### Instructions to follow
Check every line of the data below for the word "auto", then give only the number of lines that have it.

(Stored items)
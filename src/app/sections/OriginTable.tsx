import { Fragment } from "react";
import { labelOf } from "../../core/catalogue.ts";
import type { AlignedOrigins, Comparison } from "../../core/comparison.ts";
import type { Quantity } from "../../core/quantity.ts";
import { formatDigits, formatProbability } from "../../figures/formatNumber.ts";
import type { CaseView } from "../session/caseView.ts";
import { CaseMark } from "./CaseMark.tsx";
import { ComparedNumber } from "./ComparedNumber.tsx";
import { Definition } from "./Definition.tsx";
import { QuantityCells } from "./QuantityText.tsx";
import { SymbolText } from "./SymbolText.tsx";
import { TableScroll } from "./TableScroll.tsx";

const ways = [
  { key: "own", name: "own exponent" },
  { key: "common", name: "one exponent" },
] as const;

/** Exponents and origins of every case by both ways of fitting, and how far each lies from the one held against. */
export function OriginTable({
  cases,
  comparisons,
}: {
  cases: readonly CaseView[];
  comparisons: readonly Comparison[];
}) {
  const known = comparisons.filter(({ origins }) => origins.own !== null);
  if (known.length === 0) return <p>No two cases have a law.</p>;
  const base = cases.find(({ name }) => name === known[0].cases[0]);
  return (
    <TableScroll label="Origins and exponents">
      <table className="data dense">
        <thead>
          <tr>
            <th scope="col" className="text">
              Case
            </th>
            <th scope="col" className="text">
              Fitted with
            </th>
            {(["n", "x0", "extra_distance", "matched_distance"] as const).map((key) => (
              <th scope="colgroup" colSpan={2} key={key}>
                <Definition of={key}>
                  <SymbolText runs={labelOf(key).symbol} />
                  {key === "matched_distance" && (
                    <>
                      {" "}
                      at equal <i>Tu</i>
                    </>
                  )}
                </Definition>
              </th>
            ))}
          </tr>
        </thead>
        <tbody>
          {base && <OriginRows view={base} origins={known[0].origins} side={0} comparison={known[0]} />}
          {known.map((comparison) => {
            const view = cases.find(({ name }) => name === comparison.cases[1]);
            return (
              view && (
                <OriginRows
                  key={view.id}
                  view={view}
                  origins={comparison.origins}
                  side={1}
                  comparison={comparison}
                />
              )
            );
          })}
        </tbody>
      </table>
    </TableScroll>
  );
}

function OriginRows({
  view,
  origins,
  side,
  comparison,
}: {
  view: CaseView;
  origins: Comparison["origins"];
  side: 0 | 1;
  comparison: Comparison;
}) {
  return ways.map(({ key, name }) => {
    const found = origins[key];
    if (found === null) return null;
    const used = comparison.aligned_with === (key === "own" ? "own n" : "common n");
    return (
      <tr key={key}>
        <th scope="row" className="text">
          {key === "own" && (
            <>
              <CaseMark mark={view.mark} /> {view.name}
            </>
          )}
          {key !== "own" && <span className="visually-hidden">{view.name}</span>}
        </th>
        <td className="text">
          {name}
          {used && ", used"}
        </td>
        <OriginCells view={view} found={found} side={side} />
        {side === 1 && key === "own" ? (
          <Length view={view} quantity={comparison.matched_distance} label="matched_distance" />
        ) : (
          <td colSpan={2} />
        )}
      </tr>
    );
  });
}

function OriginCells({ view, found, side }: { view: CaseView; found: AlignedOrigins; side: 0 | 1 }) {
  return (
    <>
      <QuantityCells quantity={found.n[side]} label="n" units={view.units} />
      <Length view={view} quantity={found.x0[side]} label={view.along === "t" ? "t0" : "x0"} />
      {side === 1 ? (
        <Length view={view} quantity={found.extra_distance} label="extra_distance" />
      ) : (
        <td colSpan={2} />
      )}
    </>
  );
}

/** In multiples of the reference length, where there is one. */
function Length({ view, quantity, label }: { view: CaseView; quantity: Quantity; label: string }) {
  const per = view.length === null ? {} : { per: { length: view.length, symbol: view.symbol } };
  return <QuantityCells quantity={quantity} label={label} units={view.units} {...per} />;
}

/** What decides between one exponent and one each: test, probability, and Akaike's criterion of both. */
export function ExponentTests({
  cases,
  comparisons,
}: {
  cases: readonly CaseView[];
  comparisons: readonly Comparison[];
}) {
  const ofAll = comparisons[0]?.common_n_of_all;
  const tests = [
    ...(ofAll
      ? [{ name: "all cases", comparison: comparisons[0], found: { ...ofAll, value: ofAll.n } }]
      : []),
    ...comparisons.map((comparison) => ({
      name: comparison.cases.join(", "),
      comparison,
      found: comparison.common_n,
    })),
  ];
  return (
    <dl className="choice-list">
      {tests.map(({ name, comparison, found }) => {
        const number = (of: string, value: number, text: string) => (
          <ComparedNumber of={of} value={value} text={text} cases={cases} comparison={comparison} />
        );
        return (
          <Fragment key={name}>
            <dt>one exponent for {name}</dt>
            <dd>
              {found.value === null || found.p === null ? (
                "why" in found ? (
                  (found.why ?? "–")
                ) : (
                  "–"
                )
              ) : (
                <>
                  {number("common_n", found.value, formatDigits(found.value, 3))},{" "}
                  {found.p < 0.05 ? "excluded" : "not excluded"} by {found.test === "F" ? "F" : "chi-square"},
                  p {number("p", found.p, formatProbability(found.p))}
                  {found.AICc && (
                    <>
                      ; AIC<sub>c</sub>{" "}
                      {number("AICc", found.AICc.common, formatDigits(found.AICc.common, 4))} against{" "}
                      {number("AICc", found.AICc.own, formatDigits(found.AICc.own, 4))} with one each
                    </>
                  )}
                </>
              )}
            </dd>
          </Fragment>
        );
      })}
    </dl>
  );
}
* * *
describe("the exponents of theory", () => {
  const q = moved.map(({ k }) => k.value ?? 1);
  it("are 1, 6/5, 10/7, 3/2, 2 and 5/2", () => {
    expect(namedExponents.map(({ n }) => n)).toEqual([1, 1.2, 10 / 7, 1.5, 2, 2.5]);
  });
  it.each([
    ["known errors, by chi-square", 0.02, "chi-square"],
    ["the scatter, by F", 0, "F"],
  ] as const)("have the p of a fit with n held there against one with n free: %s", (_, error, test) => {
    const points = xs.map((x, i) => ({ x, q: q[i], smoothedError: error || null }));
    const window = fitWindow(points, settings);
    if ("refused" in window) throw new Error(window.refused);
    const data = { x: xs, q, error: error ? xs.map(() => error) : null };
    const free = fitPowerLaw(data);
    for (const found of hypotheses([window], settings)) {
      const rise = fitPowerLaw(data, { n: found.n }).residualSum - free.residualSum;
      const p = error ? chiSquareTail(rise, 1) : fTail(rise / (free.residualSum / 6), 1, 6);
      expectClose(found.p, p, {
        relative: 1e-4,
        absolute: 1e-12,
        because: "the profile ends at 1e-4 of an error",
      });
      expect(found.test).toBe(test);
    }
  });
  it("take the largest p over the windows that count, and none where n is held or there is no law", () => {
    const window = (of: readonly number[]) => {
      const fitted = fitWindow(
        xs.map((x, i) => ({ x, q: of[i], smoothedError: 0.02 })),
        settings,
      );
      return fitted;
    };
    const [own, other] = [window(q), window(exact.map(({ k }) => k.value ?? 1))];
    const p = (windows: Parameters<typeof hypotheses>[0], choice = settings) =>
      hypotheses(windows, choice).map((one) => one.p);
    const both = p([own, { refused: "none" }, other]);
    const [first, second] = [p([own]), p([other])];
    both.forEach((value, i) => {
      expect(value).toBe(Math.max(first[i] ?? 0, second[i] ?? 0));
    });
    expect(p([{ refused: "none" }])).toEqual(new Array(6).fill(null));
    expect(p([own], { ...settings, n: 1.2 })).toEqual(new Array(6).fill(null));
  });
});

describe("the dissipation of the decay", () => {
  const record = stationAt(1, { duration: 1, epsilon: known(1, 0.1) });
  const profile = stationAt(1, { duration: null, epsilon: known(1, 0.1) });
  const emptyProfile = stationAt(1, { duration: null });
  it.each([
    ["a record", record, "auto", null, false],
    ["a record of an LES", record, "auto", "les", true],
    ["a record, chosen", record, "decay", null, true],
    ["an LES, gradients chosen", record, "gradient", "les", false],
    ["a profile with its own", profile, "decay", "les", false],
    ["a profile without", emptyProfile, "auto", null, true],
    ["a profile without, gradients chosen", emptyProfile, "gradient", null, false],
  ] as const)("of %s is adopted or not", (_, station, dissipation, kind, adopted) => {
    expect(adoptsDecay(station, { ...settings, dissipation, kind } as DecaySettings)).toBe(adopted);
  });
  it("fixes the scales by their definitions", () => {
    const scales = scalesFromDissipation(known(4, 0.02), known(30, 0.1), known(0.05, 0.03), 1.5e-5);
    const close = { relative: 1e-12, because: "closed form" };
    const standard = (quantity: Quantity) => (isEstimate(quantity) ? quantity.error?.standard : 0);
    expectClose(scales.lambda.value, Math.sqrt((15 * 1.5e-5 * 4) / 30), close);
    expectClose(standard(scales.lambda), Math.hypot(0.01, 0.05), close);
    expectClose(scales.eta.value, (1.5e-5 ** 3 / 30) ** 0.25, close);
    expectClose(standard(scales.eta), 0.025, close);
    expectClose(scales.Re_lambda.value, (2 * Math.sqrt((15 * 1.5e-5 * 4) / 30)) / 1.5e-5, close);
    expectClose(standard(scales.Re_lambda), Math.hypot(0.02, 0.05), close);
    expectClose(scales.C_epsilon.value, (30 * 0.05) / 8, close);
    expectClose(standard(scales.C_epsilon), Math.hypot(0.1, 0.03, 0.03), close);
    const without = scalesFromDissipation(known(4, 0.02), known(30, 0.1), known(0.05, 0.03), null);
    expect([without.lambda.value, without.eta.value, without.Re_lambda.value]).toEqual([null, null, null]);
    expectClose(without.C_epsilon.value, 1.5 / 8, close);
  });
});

### Expected answer
3